10th Speech in Noise Workshop, 11-12 January 2018, Glasgow

Effects of global brightness on salience and auditory foreground perception

Francesco Tordini(a)
McGill University, Centre for Interdisciplinary Research in Music Media and Technology, Montreal, Canada

Albert S. Bregman
McGill University, Department of Psychology, Montreal, Canada

Jeremy R. Cooperstock
McGill, Department of Electrical and Computer Engineering, Montreal, Canada

(a) Presenting

The word salience describes the attention-grabbing quality of a sound.

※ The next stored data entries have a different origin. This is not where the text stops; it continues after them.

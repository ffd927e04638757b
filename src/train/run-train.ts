/**
 * `sheaf train`: a shard directory → a model directory. Streams the shards
 * once per epoch (memory: the weights plus a window of lists), visiting lists
 * in a seeded shuffle within a window over the shards in manifest order, so
 * the order — and the model's bytes — depend only on the data's order and the
 * seed. Keeps only buckets that vary in at least `cutoff` sentences (from the
 * shards' count files). After each epoch the re-ranked F1 on the dev shards
 * picks the epoch kept.
 */
import { createHash } from 'node:crypto';
import { existsSync, readFileSync, rmSync } from 'node:fs';
import { join } from 'node:path';
import { F1Table } from '../core/f1-table.js';
import { UsageError } from '../core/errors.js';
import { decodeCounts } from '../formats/counts-file.js';
import type { ShardManifest } from '../formats/manifest.js';
import { MODEL_FORMAT, type EpochFigures, type ModelInfo } from '../formats/model.js';
import { parseNames, formatNames } from '../formats/names-file.js';
import { PIPELINE_FILES } from '../formats/pipeline-files.js';
import { fileInside, writeFileAtomic } from '../io/files.js';
import { claimOutputFolder } from '../io/output-folder.js';
import { saveModel } from '../io/model-dir.js';
import { readManifest, readRankingListDir } from '../io/read-shards.js';
import { TOOL_VERSION } from '../version.js';
import { seededRandom } from '../core/random.js';
import { minimize } from './lbfgs.js';
import { LoglinearObjective } from './loglinear.js';
import { AveragedPerceptron } from './perceptron.js';
import { pick, scores, type RankingList } from './ranking.js';
import { makeFolder } from '../io/fs-faults.js';

export interface TrainOptions {
  shards: string;
  out: string;
  dev?: string;
  method?: 'perceptron' | 'loglinear';
  epochs?: number;
  cutoff?: number;
  l2?: number;
  seed?: number;
  /** Lists shuffled together. */
  window?: number;
  quiet?: boolean;
  /** Write into a folder that holds other files. */
  force?: boolean;
}

export interface TrainSummary {
  out: string;
  method: string;
  bestEpoch: number;
  epochs: (EpochFigures & { seconds: number })[];
  kept: number;
  nonZero: number;
  seconds: number;
}

/** The lists of a shard directory, in a seeded shuffle within windows of `window` lists. */
export async function* shuffledLists(dir: string, manifest: ShardManifest, window: number, seed: number): AsyncGenerator<RankingList> {
  const rand = seededRandom(seed);
  let buf: RankingList[] = [];
  const flush = function* (): Generator<RankingList> {
    for (let i = buf.length - 1; i > 0; i--) {
      const j = Math.floor(rand() * (i + 1));
      [buf[i], buf[j]] = [buf[j], buf[i]];
    }
    yield* buf;
    buf = [];
  };
  for await (const s of readRankingListDir(dir, manifest)) {
    buf.push(s);
    if (buf.length >= window) yield* flush();
  }
  yield* flush();
}

/** A digest of a shard directory's data: the sha256 of its shard files, in order. */
export function shardsDigest(m: ShardManifest): string {
  return `sha256:${createHash('sha256').update(m.shards.map((s) => s.sha256).join('\n')).digest('hex')}`;
}

/** Buckets that vary in at least `cutoff` sentences, over every shard's count file. */
export function cutoffMask(dir: string, m: ShardManifest, cutoff: number): { mask: Uint8Array; kept: number } {
  const counts = new Uint32Array(2 ** m.hashing.bits);
  for (const sh of m.shards) {
    const c = decodeCounts(readFileSync(fileInside(dir, sh.counts)), join(dir, sh.counts));
    for (let k = 0; k < c.idx.length; k++) counts[c.idx[k]] += c.count[k];
  }
  const mask = new Uint8Array(counts.length);
  let kept = 0;
  for (let b = 0; b < counts.length; b++) {
    if (counts[b] >= cutoff && counts[b] > 0) {
      mask[b] = 1;
      kept++;
    }
  }
  return { mask, kept };
}

/** Re-ranked corpus F1 of weights w over a shard directory. */
export async function rerankedF1(dir: string, manifest: ShardManifest, w: Float64Array | Float32Array): Promise<number> {
  const t = new F1Table();
  let s = new Float64Array(64);
  for await (const list of readRankingListDir(dir, manifest)) {
    const n = list.rank.length;
    if (s.length < n) s = new Float64Array(n * 2);
    const r = n ? pick(list, scores(list, w, s)) : -1;
    t.add('reranked', list.gold, r >= 0 ? { matched: list.matched[r], test: list.test[r] } : null);
  }
  return t.row('reranked').f1;
}

function check(name: string, v: number, min: number, max: number, integer = true): void {
  if (typeof v !== 'number' || !Number.isFinite(v) || (integer && !Number.isInteger(v)) || v < min || v > max) {
    throw new UsageError(`expected \`--${name}\` to be ${integer ? 'an integer' : 'a number'} from ${min} to ${max}, got \`${v}\``);
  }
}

export async function runTrain(o: TrainOptions, log: (line: string) => void = () => {}): Promise<TrainSummary> {
  const started = Date.now();
  const method = o.method ?? 'perceptron';
  if (method !== 'perceptron' && method !== 'loglinear') throw new UsageError(`expected \`--method\` to be \`perceptron\` or \`loglinear\`, got \`${method}\``);
  const epochs = o.epochs ?? (method === 'perceptron' ? 10 : 100);
  const cutoff = o.cutoff ?? 5;
  const l2 = o.l2 ?? 1;
  const seed = o.seed ?? 0;
  const window = o.window ?? 1000;
  check('epochs', epochs, 1, 100000);
  check('cutoff', cutoff, 0, 1e9);
  check('l2', l2, 0, 1e9, false);
  check('seed', seed, 0, 4294967295);
  check('window', window, 1, 1e7);
  const m = readManifest(o.shards);
  const dm = o.dev ? readManifest(o.dev) : null;
  if (dm && dm.pipeline.digest !== m.pipeline.digest) {
    throw new UsageError(`the dev shards \`${o.dev}\` were prepared with another pipeline (${dm.pipeline.digest}) than the training shards (${m.pipeline.digest}); prepare both with the same pipeline`);
  }
  if (dm && dm.hashing.bits !== m.hashing.bits) throw new UsageError('the dev shards use another hash space than the training shards');
  claimOutputFolder(o.out, 'model', { force: o.force });
  const bits = m.hashing.bits;
  const { mask, kept } = cutoffMask(o.shards, m, cutoff);
  if (kept === 0) throw new UsageError(`no feature varies in at least ${cutoff} sentences of \`${o.shards}\`; lower \`--cutoff\``);
  const say = (l: string) => {
    if (!o.quiet) log(`sheaf train: ${l}`);
  };
  say(`${method}, ${kept.toLocaleString('en-US')} features vary in ≥ ${cutoff} sentences (of 2^${bits} buckets)`);
  const figures: EpochFigures[] = [];
  const timed: (EpochFigures & { seconds: number })[] = [];
  const best = new Float64Array(2 ** bits);
  let bestEpoch = 0;
  let bestDev = -Infinity;
  let lists = 0;
  const keep = async (epoch: number, w: Float64Array, fig: Omit<EpochFigures, 'devF1'> & { seconds: number }) => {
    const devF1 = dm ? await rerankedF1(o.dev!, dm, w) : null;
    const { seconds, ...rest } = fig;
    figures.push({ ...rest, devF1 });
    timed.push({ ...rest, devF1, seconds });
    // Without dev shards the last epoch is kept; with them, the best (the earlier on ties).
    if (devF1 === null || devF1 > bestDev) {
      bestDev = devF1 ?? bestDev;
      bestEpoch = epoch;
      best.set(w);
    }
    say(`epoch ${epoch}: ${fig.updates !== null ? `${fig.updates.toLocaleString('en-US')} updates` : `objective ${fig.objective!.toFixed(4)}`}${devF1 !== null ? `, dev F1 ${devF1.toFixed(2)}` : ''} (${fig.seconds.toFixed(1)} s)`);
  };

  if (method === 'perceptron') {
    const p = new AveragedPerceptron(2 ** bits, mask);
    const avg = new Float64Array(2 ** bits);
    for (let e = 1; e <= epochs; e++) {
      const t0 = Date.now();
      const before = p.updates;
      lists = 0;
      for await (const list of shuffledLists(o.shards, m, window, (seed + e) >>> 0)) {
        p.step(list);
        lists++;
      }
      p.averaged(avg);
      await keep(e, avg, { epoch: e, updates: p.updates - before, objective: null, seconds: (Date.now() - t0) / 1000 });
    }
  } else {
    // Coordinates of the kept buckets.
    const index = new Int32Array(2 ** bits).fill(-1);
    const buckets = new Uint32Array(kept);
    for (let b = 0, j = 0; b < mask.length; b++) if (mask[b]) { index[b] = j; buckets[j++] = b; }
    const obj = new LoglinearObjective(index, l2);
    const dense = new Float64Array(2 ** bits);
    let t0 = Date.now();
    const result = await minimize(async (x, g) => {
      obj.begin(g);
      lists = 0;
      for await (const list of readRankingListDir(o.shards, m)) {
        obj.add(list, x, g);
        lists++;
      }
      return obj.end(x, g);
    }, new Float64Array(kept), {
      maxIterations: epochs,
      onIteration: async (it, f, x) => {
        dense.fill(0);
        for (let j = 0; j < kept; j++) dense[buckets[j]] = x[j];
        await keep(it, dense, { epoch: it, updates: null, objective: f, seconds: (Date.now() - t0) / 1000 });
        t0 = Date.now();
      },
    });
    say(`L-BFGS stopped after ${result.iterations} iterations (${result.evaluations} passes over the data): ${result.converged}`);
  }

  const weights = Float32Array.from(best);
  let nonZero = 0;
  for (let b = 0; b < weights.length; b++) if (weights[b] !== 0) nonZero++;
  const info: ModelInfo = {
    format: MODEL_FORMAT,
    tool: { name: 'sheaf', version: TOOL_VERSION },
    method,
    settings: { epochs, cutoff, l2, seed, window },
    pipeline: { digest: m.pipeline.digest, config: m.pipeline.config, files: PIPELINE_FILES },
    hashing: { bits, seed: m.hashing.seed },
    trainedOn: { digest: shardsDigest(m), sentences: m.totals.written, candidates: m.totals.candidates, lists },
    dev: dm ? { digest: shardsDigest(dm), sentences: dm.totals.written } : null,
    features: { kept, nonZero },
    epochs: figures,
    bestEpoch,
    names: null,
  };
  const copies = [{ from: fileInside(o.shards, m.pipeline.files ?? PIPELINE_FILES), to: PIPELINE_FILES }].filter((c) => existsSync(c.from));
  makeFolder(o.out);
  // A folder with a model.json holds a whole model: drop the old one before writing the new.
  rmSync(join(o.out, 'model.json'), { force: true });
  if (m.names) {
    // The names of the buckets the model weighs.
    const names = parseNames(readFileSync(fileInside(o.shards, m.names.file), 'utf8'), join(o.shards, m.names.file));
    names.names = names.names.filter(([b]) => weights[b] !== 0);
    writeFileAtomic(join(o.out, 'names.json'), formatNames(names));
    info.names = 'names.json';
  }
  saveModel(o.out, info, weights, copies);
  say(`kept epoch ${bestEpoch}${dm ? ` (dev F1 ${bestDev.toFixed(2)})` : ''}; ${nonZero.toLocaleString('en-US')} non-zero weights; model in ${o.out}`);
  return { out: o.out, method, bestEpoch, epochs: timed, kept, nonZero, seconds: (Date.now() - started) / 1000 };
}
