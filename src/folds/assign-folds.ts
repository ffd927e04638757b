/**
 * Which fold holds each sentence out (pure).
 * - `hash`: fold = MurmurHash3 x86_32 of the id's UTF-8 bytes (seeded),
 *   unsigned, mod k. A sentence's fold depends on its id alone, so adding
 *   sentences never moves old ones.
 * - `blocks`: contiguous blocks in treebank order, sizes within one of each
 *   other: sentence i of n goes to fold ⌊i·k / n⌋.
 */
import { murmur3String } from '../core/murmur3.js';

export type FoldMethod = 'hash' | 'blocks';

export function hashFold(id: string, k: number, seed: number): number {
  return (murmur3String(id, seed) >>> 0) % k;
}

export function blockFold(i: number, n: number, k: number): number {
  return Math.floor((i * k) / n);
}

A salient sound stands out in the presence of other competing ones, which become the background of the scene. The concept of salience is ubiquitous in auditory sciences.

However, despite the emphasis placed on the topic, computational models of auditory salience are far from mature. Progress in the field is hampered by the little agreement on behavioral paradigms that truly probe the involuntary, stimulus-driven nature of salience. As a by-product, there is a lack of standard datasets available to the research community. Moreover, current approaches reduce the problem of salience modeling to that of change detection, that is, matching the detection response of a human listener to brief auditory events.

We propose to distinguish between the salience of sound events and that of streams, and we introduce a paradigm to study the latter using repetitive patterns in a competitive, spatial scenario.

We suggest that global descriptors of perceptual features can be used to characterize the streams and predict their salience, hence the perceptual organization of the auditory scene into foreground and background.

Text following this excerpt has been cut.